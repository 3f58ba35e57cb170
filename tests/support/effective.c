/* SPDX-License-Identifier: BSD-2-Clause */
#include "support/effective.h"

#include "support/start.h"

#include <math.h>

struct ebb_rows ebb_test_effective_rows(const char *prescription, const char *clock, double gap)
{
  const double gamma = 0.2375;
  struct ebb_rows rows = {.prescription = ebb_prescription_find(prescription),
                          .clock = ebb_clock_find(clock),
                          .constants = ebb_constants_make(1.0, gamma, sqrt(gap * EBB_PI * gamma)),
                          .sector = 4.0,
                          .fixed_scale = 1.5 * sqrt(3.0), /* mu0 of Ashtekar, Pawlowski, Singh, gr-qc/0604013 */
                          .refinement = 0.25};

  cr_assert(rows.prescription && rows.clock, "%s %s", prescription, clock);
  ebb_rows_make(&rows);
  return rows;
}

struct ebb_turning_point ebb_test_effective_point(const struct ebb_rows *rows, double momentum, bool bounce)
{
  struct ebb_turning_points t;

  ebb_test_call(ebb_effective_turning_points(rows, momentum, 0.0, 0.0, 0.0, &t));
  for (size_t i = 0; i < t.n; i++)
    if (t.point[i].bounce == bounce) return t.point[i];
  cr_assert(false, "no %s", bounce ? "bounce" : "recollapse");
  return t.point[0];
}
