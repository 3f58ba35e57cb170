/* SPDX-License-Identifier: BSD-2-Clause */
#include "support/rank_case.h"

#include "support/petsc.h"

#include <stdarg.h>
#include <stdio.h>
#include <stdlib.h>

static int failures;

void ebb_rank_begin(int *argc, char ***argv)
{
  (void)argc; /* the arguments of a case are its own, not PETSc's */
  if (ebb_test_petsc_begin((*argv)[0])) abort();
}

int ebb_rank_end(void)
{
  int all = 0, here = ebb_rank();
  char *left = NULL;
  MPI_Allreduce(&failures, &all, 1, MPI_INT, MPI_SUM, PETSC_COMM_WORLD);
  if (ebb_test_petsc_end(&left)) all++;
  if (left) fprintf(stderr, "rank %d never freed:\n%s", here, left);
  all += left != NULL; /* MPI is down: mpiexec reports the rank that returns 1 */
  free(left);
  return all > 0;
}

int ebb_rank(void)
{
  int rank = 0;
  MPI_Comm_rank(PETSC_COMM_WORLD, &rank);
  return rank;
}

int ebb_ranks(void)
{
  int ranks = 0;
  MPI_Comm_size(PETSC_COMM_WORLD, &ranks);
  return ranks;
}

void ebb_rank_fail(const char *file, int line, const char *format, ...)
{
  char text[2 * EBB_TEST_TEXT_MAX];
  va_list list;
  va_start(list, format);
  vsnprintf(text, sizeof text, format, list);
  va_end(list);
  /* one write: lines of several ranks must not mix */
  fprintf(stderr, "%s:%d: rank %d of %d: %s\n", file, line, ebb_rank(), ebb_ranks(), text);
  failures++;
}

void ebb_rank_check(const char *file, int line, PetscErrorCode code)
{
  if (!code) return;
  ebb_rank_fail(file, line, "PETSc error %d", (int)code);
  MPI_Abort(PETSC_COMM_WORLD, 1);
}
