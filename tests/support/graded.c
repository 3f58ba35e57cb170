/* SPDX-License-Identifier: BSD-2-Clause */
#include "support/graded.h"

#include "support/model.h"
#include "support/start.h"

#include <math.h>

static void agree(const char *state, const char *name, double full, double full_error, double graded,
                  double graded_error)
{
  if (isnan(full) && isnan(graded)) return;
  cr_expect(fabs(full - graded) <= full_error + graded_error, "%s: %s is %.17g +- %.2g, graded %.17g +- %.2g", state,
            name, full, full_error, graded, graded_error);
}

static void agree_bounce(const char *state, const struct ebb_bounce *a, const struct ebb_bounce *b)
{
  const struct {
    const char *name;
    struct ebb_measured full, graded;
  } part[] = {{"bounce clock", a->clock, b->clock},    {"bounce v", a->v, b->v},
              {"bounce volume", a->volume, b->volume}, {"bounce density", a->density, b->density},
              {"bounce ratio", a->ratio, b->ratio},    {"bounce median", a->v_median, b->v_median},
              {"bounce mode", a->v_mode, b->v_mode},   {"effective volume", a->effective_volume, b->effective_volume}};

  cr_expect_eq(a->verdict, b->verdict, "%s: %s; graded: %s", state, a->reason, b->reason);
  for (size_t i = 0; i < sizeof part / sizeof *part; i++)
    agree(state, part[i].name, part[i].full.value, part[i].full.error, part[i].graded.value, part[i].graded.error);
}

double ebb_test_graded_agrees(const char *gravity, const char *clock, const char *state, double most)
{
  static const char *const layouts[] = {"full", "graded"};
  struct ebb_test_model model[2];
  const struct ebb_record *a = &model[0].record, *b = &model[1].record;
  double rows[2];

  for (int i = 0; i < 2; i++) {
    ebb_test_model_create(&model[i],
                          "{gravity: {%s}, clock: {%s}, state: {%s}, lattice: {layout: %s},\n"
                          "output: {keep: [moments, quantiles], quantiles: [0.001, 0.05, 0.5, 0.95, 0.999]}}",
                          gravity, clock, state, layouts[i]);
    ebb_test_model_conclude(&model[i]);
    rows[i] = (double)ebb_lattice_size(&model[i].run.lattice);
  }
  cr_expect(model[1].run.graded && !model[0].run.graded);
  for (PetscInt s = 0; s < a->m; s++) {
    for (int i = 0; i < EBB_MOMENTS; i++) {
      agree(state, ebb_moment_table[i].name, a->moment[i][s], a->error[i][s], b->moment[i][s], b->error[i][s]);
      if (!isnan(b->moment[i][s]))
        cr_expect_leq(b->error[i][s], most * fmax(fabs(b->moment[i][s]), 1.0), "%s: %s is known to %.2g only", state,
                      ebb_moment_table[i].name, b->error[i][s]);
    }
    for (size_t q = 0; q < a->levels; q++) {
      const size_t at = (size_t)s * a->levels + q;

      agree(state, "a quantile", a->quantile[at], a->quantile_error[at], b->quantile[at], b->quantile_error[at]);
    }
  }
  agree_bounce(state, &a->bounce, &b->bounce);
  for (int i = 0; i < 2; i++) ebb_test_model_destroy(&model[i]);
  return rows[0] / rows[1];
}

************

> _Exercise requirements_
Note each line above that contains "clock" and copy it out.

> _Problem solution_
struct ebb_rows ebb_test_effective_rows(const char *prescription, const char *clock, double gap)
                          .clock = ebb_clock_find(clock),
  cr_assert(rows.prescription && rows.clock, "%s %s", prescription, clock);
  } part[] = {{"bounce clock", a->clock, b->clock},    {"bounce v", a->v, b->v},
double ebb_test_graded_agrees(const char *gravity, const char *clock, const char *state, double most)
                          "{gravity: {%s}, clock: {%s}, state: {%s}, lattice: {layout: %s},\n"
                          gravity, clock, state, layouts[i]);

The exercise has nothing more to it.